Wirtschaft ohne Zukunft
Russische Zeitung zeichnet kritisches Bild vom Stand der Reformen

Drei I“ – Institutionen, Innovationen, Investitionen – sollen seine Politik leiten, versprach Rußlands neuer Präsident Dmitrij Medwedew. Seither will er Nägel mit Köpfen machen. Er hat die Amtszeiten von Präsident und Parlament verlängert und ihre Kontrolle über die Exekutive verstärkt. Er will mit einer „Reservebank von Fachleuten“ Wirtschaft und Verwaltung einen Innovationsschub verpassen. Und er sucht Milliarden Rubel, um Rußland mit Investitionen aus seiner ökonomischen Dauerkrise zu erlösen. Doch spätestens daran wird der Reformer Medwedew scheitern.

„Rußland in der Globalpolitik“ (RGP) nennt sich die 2002 entstandene Fachzeitschrift, die Chefre-dakteur Fjodor Lukjanow zu einem hochkarätigen internationalen Forum für Außenpolitik gemacht hat. Russische und ausländische Autoren haben immer wieder den russischen Selbstbetrug analysiert, den Putin startete und Medwedew lustlos fortsetzt: Rußland muß wieder eine Großmacht werden, der „nostalgische Nationalismus“ der Russen nährt sich aus „Siegen“ der Vergangenheit – das internationale Prestige Rußlands ist in russischen Augen mit dem Prestige der eigenen Armee verbunden. Wenn Rußland erneut „Siege“ erringt, etwa im August im Kaukasus, und mit seinen Waffen weltweite Furcht schürt, beispielsweise mit dem angekündigten Raketensystem „Iskander“ im Königsberger Gebiet, dann ist die Welt für die meisten Russen in Ordnung.

Wie hohl dieses Waffengeklirr in Wahrheit ist, listete Ende November die „Nesawisimaja gazeta“ (Unabhängige Zeitung) in einem dramatischen Report auf: Rußlands Wirtschaft habe „keine Zukunft“, sein Maschinenpark sei „zu 50 bis 70 Prozent veraltet“ und die Finanzkrise habe „russischen Banken größere Verluste als westlichen“ gebracht. Die Führung sei ohne Konzept, Rußlands Finanzbedarf übersteige seine Möglichkeiten, seine Armee sei kaum mehr als ein Museum veralteter Wehrtechnik aus Sowjetzeiten.

Die Zeitung nennt schwindelerregende Zahlen zu akuten Wirtschaftsnöten: „Rund die Hälfte der russischen Ökonomie ist Schattenwirtschaft, was das Gesamtsteueraufkommen halbiert“; „die Korruption verschlingt alljährlich 400 Milliarden Dollar“.

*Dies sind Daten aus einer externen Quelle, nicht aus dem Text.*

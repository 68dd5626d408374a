// Package steps is the root of the native step library: everything that the
// Go code of a recipe can call.
//
// The sub-packages hold data types, file readers, physics, systematics,
// inference, spectra, figures and checks. They are pure functions of their
// arguments: no global state, and no input or output but in the readers.
// They know nothing of recipes, results stores or reports.
//
// This package itself only carries the library's own source text, embedded,
// so that the program can name exactly which code a result was computed with
// (see [Sources]).
package steps

import "embed"

// Sources holds the Go source files of every step package, tests included, as
// they were when the program was built. File names are relative to this
// folder, for example "transit/flux.go".
//
//go:embed */*.go
var Sources embed.FS
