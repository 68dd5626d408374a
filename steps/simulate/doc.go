// Package simulate makes raw spectroscopic light curves with a known truth.
//
// A [Scenario] says how star, planet, instrument and observation are; [Make]
// gives the light-curve table that an extraction would hand on, and the
// [Truth] behind it. The transit is integrated over the stellar disc
// numerically, with an orbit of its own, and shares no code with the fitter:
// that the two agree is evidence for both.
//
// All scenarios are invented.
package simulate
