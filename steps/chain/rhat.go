package chain

import (
	"fmt"
	"math"
)

// RHat is the potential scale reduction of a column of draws: the root of the
// variance that all chains together have over that within chains, 1 when they
// tell the same. It is the rank-normalised split R-hat of Vehtari et al. (2021):
// each chain is cut in halves, so that a drift shows; draws are replaced by
// normal scores of their ranks, so that heavy tails do not hide a difference;
// and the greater of the value for the draws and that for their distances from
// the median is taken, so that chains of different width show.
//
// Errors: chains of fewer than 8 draws or of different lengths; draws that are
// not finite, or all equal.
func RHat(x []float64, chains int) (float64, error) { return NestedRHat(x, chains, 1) }

// NestedRHat is [RHat] for many chains: group of them, one after another, are taken
// together and compared with other groups (Margossian et al. 2024), since R-hat of
// chains which are each worth few draws is great even if they have met. Errors: a
// group that does not divide the number of chains; those of RHat.
func NestedRHat(x []float64, chains, group int) (float64, error) {
	const what = "potential scale reduction R-hat"
	if err := checkColumn(x, chains); err != nil {
		return 0, fmt.Errorf("%s: %w", what, err)
	}
	if group < 1 || chains%group != 0 {
		return 0, fmt.Errorf("%s: groups of %d of %d chains; expected a number that divides that of the chains", what, group, chains)
	}
	halves, count := split(x, chains)
	return nestedRHat(x, rankNormalise(halves), chains, count, group), nil
}

// nestedRHat takes the draws, and the normal scores of their halves.
func nestedRHat(x, scores []float64, chains, count, group int) float64 {
	folded, _ := split(fold(x), chains)
	location := scaleReduction(pool(scores, count, group), count/group)
	return math.Max(location, scaleReduction(pool(rankNormalise(folded), count, group), count/group))
}

// pool puts the first halves of each group of chains together, and the second ones.
func pool(halves []float64, count, group int) []float64 {
	if group == 1 {
		return halves
	}
	n := len(halves) / count
	out := make([]float64, 0, len(halves))
	for from := 0; from < count; from += 2 * group {
		for half := range 2 {
			for c := range group {
				at := (from + 2*c + half) * n
				out = append(out, halves[at:at+n]...)
			}
		}
	}
	return out
}

// scaleReduction is the R-hat of Gelman & Rubin (1992), infinite for chains that
// do not vary in themselves but differ, 1 when all draws are equal.
func scaleReduction(x []float64, chains int) float64 {
	n := len(x) / chains
	means := make([]float64, chains)
	within := 0.0
	for c := range chains {
		mean, variance := meanVariance(x[c*n : (c+1)*n])
		means[c] = mean
		within += variance / float64(chains)
	}
	_, between := meanVariance(means) // B / n of the paper
	if between == 0 && within == 0 {
		return 1
	}
	return math.Sqrt(float64(n-1)/float64(n) + between/within)
}
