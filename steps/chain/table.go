package chain

import "rimlight/steps/table"

// Table returns summaries as a table to be read, one row for each parameter.
func Table(title string, summaries []Summary) table.Table {
	names, units := make([]string, len(summaries)), make([]string, len(summaries))
	for i, s := range summaries {
		names[i], units[i] = s.Name, s.Unit
	}
	column := func(name, about string, digits int, of func(s Summary) float64) table.Column {
		values := make([]float64, len(summaries))
		for i, s := range summaries {
			values[i] = of(s)
		}
		return table.Number(name, "", about, digits, values)
	}
	return table.Table{Title: title, Columns: []table.Column{
		table.Text("parameter", "", names),
		table.Text("unit", "", units),
		column("median", "", 7, func(s Summary) float64 { return s.Median }),
		column("minus", "from the median down to the lower end of the central 68.3%", 3, func(s Summary) float64 { return s.Median - s.Lo68 }),
		column("plus", "from the median up to the upper end of the central 68.3%", 3, func(s Summary) float64 { return s.Hi68 - s.Median }),
		column("lo95", "lower end of the central 95.4%", 6, func(s Summary) float64 { return s.Lo95 }),
		column("hi95", "upper end of the central 95.4%", 6, func(s Summary) float64 { return s.Hi95 }),
		column("mean", "", 7, func(s Summary) float64 { return s.Mean }),
		column("sd", "standard deviation", 3, func(s Summary) float64 { return s.SD }),
		column("median_error", "Monte-Carlo standard error of the median, which more draws would lessen", 2, func(s Summary) float64 { return s.MedianError }),
		column("r_hat", "at most 1.01 when the chains have met", 5, func(s Summary) float64 { return s.RHat }),
		column("bulk_ess", "independent draws that these are worth for the median", 4, func(s Summary) float64 { return s.BulkESS }),
		column("tail_ess", "independent draws that these are worth for the ends of intervals", 4, func(s Summary) float64 { return s.TailESS }),
	}}
}
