package chain

import (
	"cmp"
	"errors"
	"fmt"
	"math"
	"slices"
)

// leastTail is the fewest ratios that a Pareto distribution is fitted to
// (Vehtari et al. 2024).
const leastTail = 5

// alike is the difference of logarithms below which ratios count as equal: what
// rounding leaves of a proposal that is the target.
const alike = 1e-9

// ParetoSmooth turns the logarithms of importance ratios, log target - log
// proposal up to a constant, into logarithms of weights that sum to 1: the
// largest ratios are replaced by expected order statistics of the generalised
// Pareto distribution that fits them best, and none exceeds the largest ratio
// (Pareto-smoothed importance sampling, Vehtari et al. 2024). A ratio of -Inf is
// a draw of no weight.
//
// k is the shape of that distribution, k-hat. Above 1/2 the ratios have no finite
// variance; above [MostParetoK] neither weights nor their effective sample size
// can be believed. It is +Inf when there are too few ratios to tell, fewer than
// 25, or when one of them outweighs all others beyond what numbers can hold, and
// -1, as for a uniform distribution, when the largest are equal to nine digits.
//
// Errors: no ratios; NaN or +Inf; no ratio above -Inf.
func ParetoSmooth(logRatio []float64) (logWeight []float64, k float64, err error) {
	most, err := checkWeights(logRatio)
	if err != nil {
		return nil, 0, fmt.Errorf("importance ratios: %w", err)
	}
	s := len(logRatio)
	logWeight = make([]float64, s)
	for i, r := range logRatio {
		logWeight[i] = r - most
	}
	k = math.Inf(1)
	if tail := min(s/5, int(math.Ceil(3*math.Sqrt(float64(s))))); tail >= leastTail {
		top := largest(logWeight, tail+1)
		k = smoothTail(logWeight, top[1:], logWeight[top[0]])
	}
	normaliseLog(logWeight)
	return logWeight, k, nil
}

// smoothTail smooths the weights at tail, which lists them in increasing order
// and of which the last is exp(0); exp(logCut) is the largest weight below.
func smoothTail(logWeight []float64, tail []int, logCut float64) (k float64) {
	if logWeight[tail[0]] > -alike {
		return -1
	}
	cut := math.Exp(logCut)
	excess := make([]float64, len(tail))
	for i, j := range tail {
		if cut > 0 {
			excess[i] = cut * math.Expm1(logWeight[j]-logCut)
		} else {
			excess[i] = math.Exp(logWeight[j])
		}
	}
	k, scale := fitPareto(excess)
	if k-k != 0 {
		return k
	}
	for i, j := range tail {
		p := (float64(i) + 0.5) / float64(len(tail))
		logWeight[j] = math.Min(0, math.Log(cut+paretoQuantile(p, k, scale)))
	}
	return k
}

// largest lists the n largest of x in increasing order.
func largest(x []float64, n int) []int {
	increasing := func(i, j int) int { return cmp.Or(cmp.Compare(x[i], x[j]), i-j) }
	var top []int
	least := math.Inf(-1) // nothing below is among them
	for i, v := range x {
		if v < least {
			continue
		}
		if top = append(top, i); len(top) == 2*n {
			slices.SortFunc(top, increasing)
			top = append(top[:0], top[n:]...)
			least = x[top[0]]
		}
	}
	slices.SortFunc(top, increasing)
	return top[len(top)-n:]
}

// MostParetoK is the limit of k-hat for a number of draws, above which they are
// too few: 1 - 1/log10(draws), and never more than 0.7 (Vehtari et al. 2024).
func MostParetoK(draws int) float64 {
	if draws <= 1 {
		return math.Inf(-1)
	}
	return math.Min(1-1/math.Log10(float64(draws)), 0.7)
}

// fitPareto fits the generalised Pareto distribution of the density
// (1 + k x / scale)^(-1/k - 1) / scale to increasing numbers above 0, by the
// posterior mean of Zhang & Stephens (2009) and with a prior on k worth 10
// numbers at 1/2 (Vehtari et al. 2024). k is +Inf when more than a quarter of the
// numbers are 0 beside the largest.
func fitPareto(x []float64) (k, scale float64) {
	n := float64(len(x))
	quartile, largest := x[max(int(n/4+0.5), 1)-1], x[len(x)-1]
	points := 30 + int(math.Sqrt(n))
	theta, like := make([]float64, points), make([]float64, points)
	shape := func(theta float64) float64 {
		sum := 0.0
		for _, v := range x {
			sum += math.Log1p(-theta * v)
		}
		return sum / n
	}
	most := math.Inf(-1)
	for j := range theta {
		theta[j] = 1/largest + (1-math.Sqrt(float64(points)/(float64(j)+0.5)))/(3*quartile)
		k := shape(theta[j])
		like[j] = n * (math.Log(-theta[j]/k) - k - 1)
		if like[j]-like[j] != 0 { // theta is 0 or infinite
			like[j] = math.Inf(-1)
		}
		most = math.Max(most, like[j])
	}
	var sum, mean float64
	for j := range theta {
		if like[j] == math.Inf(-1) {
			continue
		}
		w := math.Exp(like[j] - most)
		sum += w
		mean += w * theta[j]
	}
	mean /= sum
	k = shape(mean)
	scale = -k / mean
	if math.IsNaN(scale) || math.IsInf(scale, 0) {
		return math.Inf(1), 0
	}
	return (k*n + 5) / (n + 10), scale
}

// paretoQuantile is the quantile at p of the distribution of [fitPareto].
func paretoQuantile(p, k, scale float64) float64 {
	if k == 0 {
		return -scale * math.Log1p(-p)
	}
	return scale * math.Expm1(-k*math.Log1p(-p)) / k
}

// checkWeights gives the largest of logarithms of weights, or what is wrong with
// them.
func checkWeights(logWeight []float64) (most float64, err error) {
	if len(logWeight) == 0 {
		return 0, errors.New("there are none; expected at least one")
	}
	most = math.Inf(-1)
	for i, w := range logWeight {
		if math.IsNaN(w) || math.IsInf(w, 1) {
			return 0, fmt.Errorf("logarithm %d is %g; expected finite numbers, or -Inf for no weight", i+1, w)
		}
		most = math.Max(most, w)
	}
	if math.IsInf(most, -1) {
		return 0, errors.New("all are 0; expected some weight")
	}
	return most, nil
}

// normaliseLog makes the weights sum to 1. The largest is near 0.
func normaliseLog(logWeight []float64) {
	sum := 0.0
	for _, w := range logWeight {
		sum += math.Exp(w)
	}
	log := math.Log(sum)
	for i := range logWeight {
		logWeight[i] -= log
	}
}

Das spürt vor allem die Armee, deren miserablen Zustand Solschenizyn bereits 1998 in seinem Buch „Einstürzendes Rußland“ dokumentierte. Details nennt nun die „Unabhängige“: Die Armee, in den letzten Jahren auf gut eine Million Soldaten halbiert, verfügt über 15000 alte Panzer, von denen aber „9000 eine Generalüberholung brauchen“, und 1800 Kampfflugzeuge, davon „1200 flugunfähig“. Moderne Lenkwaffentechnik, Standard in der Nato, fehlt in Rußland völlig, wie überhaupt die Nato den Russen in allen Belangen „um das Dreifache überlegen“ sei.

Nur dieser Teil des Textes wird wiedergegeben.